A data frame implementation for Racket which is vaguely inspired by various data frame implementations from other programming languages and environments. However, this implementation follows its own path and does not aim to be compatible with anything. It has been successfully used in ActivityLog2, where it can easily handle data sets of about 40 columns and 10000 rows -- bigger data sets work too, but these are the data set sizes that I use.

The code is commented and there is user documentation too, plus a blog post provides a tutorial for its features, but at a glance, these are:

  • can read data from SQL queries and read/write data to/from CSV and GPX files

  • code to construct new data frames is simple (the code to read/write CSV files is 200 lines of Racket code, the code to read data from SQL is 70 lines)

  • different methods for selecting/filtering of a subset from a data frame, including an in-data-frame generator for use in for loops.

  • reference and update individual elements, these can be used for data cleanup (but there is room for improvement here)

  • Efficient row lookup for data series that are sorted

  • Interpolated value lookup for when there are large gaps between data samples.

  • Statistics (average, min, max, etc) based on math/statistics, including using sample weights, when data is collected at irregular intervals

  • Generating histograms of data, including using sample weights when data is collected at irregular intervals.

  • Line simplification and scatter plot simplification algorithms for when you want to plot several thousand data points in a reasonable amount of time.

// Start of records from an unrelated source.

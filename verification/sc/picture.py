"""Picture of a quadrilateral: electrodes, equipotentials and field lines."""

import io

import numpy as np
from matplotlib.backends.backend_agg import FigureCanvasAgg
from matplotlib.figure import Figure

from .lines import trace_lines

LOW, HIGH, INSULATED = "tab:blue", "tab:red", "0.25"
EQUIPOTENTIAL, FIELD_LINE = "tab:orange", "tab:green"


def arc_vertices(vertices, start, stop):
    """Vertices from index ``start`` to ``stop`` going forward round the polygon."""
    n = vertices.size
    return vertices[(start + np.arange((stop - start) % n + 1)) % n]


def quadrilateral_png(result, title=None, dpi=130, lines=None):
    """PNG bytes of the polygon with its electrodes, equipotentials and field lines.

    Parameters
    ----------
    result : ModulusResult
    title : str, optional
        First title line; the modulus follows on the second.
    dpi : int
    lines : QuadrilateralLines, optional
        Precomputed curves (:func:`~verification.sc.lines.trace_lines`).

    Returns
    -------
    bytes
    """
    lines = lines or trace_lines(result)
    z = result.map.vertices
    c0, c1, c2, c3 = result.ccw_corners
    fig = Figure(figsize=(7.5, 6))
    FigureCanvasAgg(fig)
    ax = fig.add_subplot()
    for _, curve in lines.field_lines:
        ax.plot(curve.real, curve.imag, color=FIELD_LINE, lw=0.8)
    for _, curve in lines.equipotentials:
        ax.plot(curve.real, curve.imag, color=EQUIPOTENTIAL, lw=0.8)
    arcs = [(c3, c0, LOW, 3.0, "electrode u = 0"), (c1, c2, HIGH, 3.0, "electrode u = 1"),
            (c0, c1, INSULATED, 1.2, "insulated"), (c2, c3, INSULATED, 1.2, None)]
    for start, stop, color, width, label in arcs:
        arc = arc_vertices(z, start, stop)
        ax.plot(arc.real, arc.imag, color=color, lw=width, label=label, solid_capstyle="round")
    corners = z[[c0, c1, c2, c3]]
    ax.plot(corners.real, corners.imag, "o", color="black", ms=4)
    for k, point in enumerate(corners):
        ax.annotate(f"c{k}", (point.real, point.imag), textcoords="offset points",
                    xytext=(4, 4), fontsize=9)
    ax.plot([], [], color=EQUIPOTENTIAL, lw=0.8, label="equipotentials")
    ax.plot([], [], color=FIELD_LINE, lw=0.8, label="field lines")
    du, ds = lines.spacing
    step = f"lines every {du / result.modulus:.3g} in u and {ds:.3g} of the flux"
    if np.isclose(du, ds):
        step += ": curvilinear squares"
    head = f"{title}\n" if title else ""
    ax.set_title(f"{head}M = {result.modulus:.10g}; {step}", fontsize=10)
    ax.set_aspect("equal")
    ax.set_xlabel("x")
    ax.set_ylabel("y")
    ax.legend(loc="upper center", bbox_to_anchor=(0.5, -0.16), ncol=3, fontsize=8,
              frameon=False)
    buf = io.BytesIO()
    fig.savefig(buf, format="png", dpi=dpi, bbox_inches="tight")
    return buf.getvalue()
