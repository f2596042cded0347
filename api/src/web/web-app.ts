/** Serves the built Angular app with a fallback to index.html for client-side routes. */
import { existsSync } from 'node:fs';
import { join, resolve } from 'node:path';
import express, { Router } from 'express';

/** Angular's output hashing gives names like main-AB12CD34.js; those never change content. */
const HASHED_FILE = /-[A-Z0-9]{8}\.(js|css|woff2?|ttf|svg|png|jpg)$/;

/** Whether `webDist` holds a built app (an index.html). */
export function hasWebBuild(webDist: string): boolean {
  return existsSync(join(resolve(webDist), 'index.html'));
}

/** Static files plus SPA fallback for every GET outside /api. */
export function webAppRouter(webDist: string): Router {
  const root = resolve(webDist);
  const r = Router();
  r.use(express.static(root, {
    index: false,
    setHeaders: (res, path) => {
      res.setHeader('Cache-Control', HASHED_FILE.test(path) ? 'public, max-age=31536000, immutable' : 'no-cache');
    },
  }));
  r.get('/{*splat}', (req, res, next) => {
    if (req.path === '/api' || req.path.startsWith('/api/')) return next();
    res.setHeader('Cache-Control', 'no-cache');
    res.sendFile(join(root, 'index.html'));
  });
  return r;
}
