/** ILIKE pattern matching `text` anywhere, with the wildcard characters escaped. */
function containsPattern(text: string): string {
  return `%${text.replace(/[\\%_]/g, (c) => `\\${c}`)}%`;
}

/** A one-sentence summary of upload problems for the error message. */
function problemsMessage(problems: readonly UploadProblem[]): string {
  const files = new Set(problems.map((p) => p.file));
  const first = problems[0];
  const where = first.line > 0 ? `${first.file}:${first.line}:${first.column}` : first.file;
  return `Nothing was stored: ${problems.length} problem${problems.length === 1 ? '' : 's'} in ${files.size} file${files.size === 1 ? '' : 's'} (first: ${where}: ${first.message}).`;
}

/**
 * What the service needs. `generate` runs the generators and `prepare` opens and checks files (the app passes
 * its interactive pool for both; the demo seed runs them in its own process); `quotas` default to the server's
 * default limits.
 */
export interface InstanceSetsServiceDeps {
  readonly sequelize: Sequelize;
  readonly models: Models;
  readonly generate?: (request: GenerateRequest, requester: string) => Promise<UploadEntry[]>;
  readonly prepare?: (job: PrepareUploadJob, loadMaps: LoadMaps, requester: string, signal?: AbortSignal) => Promise<PreparedUpload>;
  readonly quotas?: StorageQuotas;
}

/** Columns of a map summary as INSERT … RETURNING gives them. */
const MAP_RETURNING = `id, instance_set_id AS "instanceSetId", name, width, height, passable_count AS "passableCount",
  checksum, byte_size AS "byteSize"`;

/** Columns of a scenario summary as INSERT … RETURNING gives them. */
const SCENARIO_RETURNING = `id, instance_set_id AS "instanceSetId", map_id AS "mapId", name, row_count AS "rowCount",
  max_agents AS "maxAgents", checksum, byte_size AS "byteSize"`;

// Bytes are bound as Buffers, which pg sends in binary format: no hex or escaped copy of a large file
// is built on the event loop, and the server reads text and JSON straight from the bytes.
const INSERT_MAP = `INSERT INTO maps (instance_set_id, name, type, width, height, passable_count, cells, checksum, byte_size, original)
  VALUES ($1, $2, $3, $4, $5, $6, $7::text, $8, $9, $10::bytea) RETURNING ${MAP_RETURNING}`;
const INSERT_SCENARIO = `INSERT INTO scenarios (instance_set_id, map_id, name, rows, row_count, max_agents, checksum, byte_size, original)
  VALUES ($1, $2, $3, $4::text::jsonb, $5, $6, $7, $8, $9::bytea) RETURNING ${SCENARIO_RETURNING}`;
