/// One leg of the stage, with its heater and thermometer.
#[derive(Debug, Clone, PartialEq)]
pub struct Leg {
    /// Short name (`A`, `north` …), unique.
    pub name: String,
    /// Position of the leg's top on the plate, metres from the plate's reference point.
    pub x_m: f64,
    /// See `x_m`.
    pub y_m: f64,
    /// Length of the part of the leg whose temperature is controlled, metres.
    pub length_m: f64,
    /// The leg's material and expansion coefficient.
    pub material: Material,
    /// Heater element resistance, ohm.
    pub heater_resistance_ohm: f64,
    /// Heater power limit, watts (heaters only heat: commands are clamped to 0…this).
    pub heater_max_power_w: f64,
    /// The thermometer channel that reads this leg.
    pub thermometer_channel: usize,
}

impl Leg {
    /// Leg length change per kelvin, metres per kelvin (α·L).
    pub fn expansion_m_per_k(&self) -> f64 {
        self.material.cte_per_k * self.length_m
    }
}

/// The two-axis tiltmeter and its calibration: `tilt = M · (scale ⊙ (raw − offset))`.
#[derive(Debug, Clone, PartialEq)]
pub struct Tiltmeter {
    /// Sampling rate, Hz; an integer multiple of the control rate.
    pub rate_hz: f64,
    /// Usable range, ± microradians.
    pub range_urad: f64,
    /// Per-axis scale, microradians per raw unit.
    pub scale_urad_per_unit: [f64; 2],
    /// Per-axis offset, raw units.
    pub offset_unit: [f64; 2],
    /// 2×2 matrix for axis misalignment and cross-coupling (identity when absent).
    pub cross_coupling: [[f64; 2]; 2],
}

impl Tiltmeter {
    /// Applies the calibration to one raw reading, giving microradians.
    pub fn calibrate(&self, raw: [f64; 2]) -> [f64; 2] {
        let s = [
            (raw[0] - self.offset_unit[0]) * self.scale_urad_per_unit[0],
            (raw[1] - self.offset_unit[1]) * self.scale_urad_per_unit[1],
        ];
        let m = &self.cross_coupling;
        [
            m[0][0] * s[0] + m[0][1] * s[1],
            m[1][0] * s[0] + m[1][1] * s[1],
        ]
    }
}

/// The controller's operating mode.
#[derive(Debug, Clone, Copy, PartialEq, Eq, Hash)]
pub enum Mode {
    /// Heaters at zero.
    Off,
    /// Fixed heater powers.
    Manual,
    /// Inner loops hold each leg at its temperature setpoint.
    Temperature,
    /// The full cascade: tilt loops set leg temperature setpoints.
    Level,
}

  • Spline interpolation for when you want to plot a smooth line for data that sampled at big intervals

  • Least-Square fitting of data (polynomial, power and exponential) for when you want to draw a trend line on a scatter plot

There are a few other things for which there is a foundation, but no user API yet, for example the data-frame implementation supports efficient appending of elements to both ends, but there is no user API for that.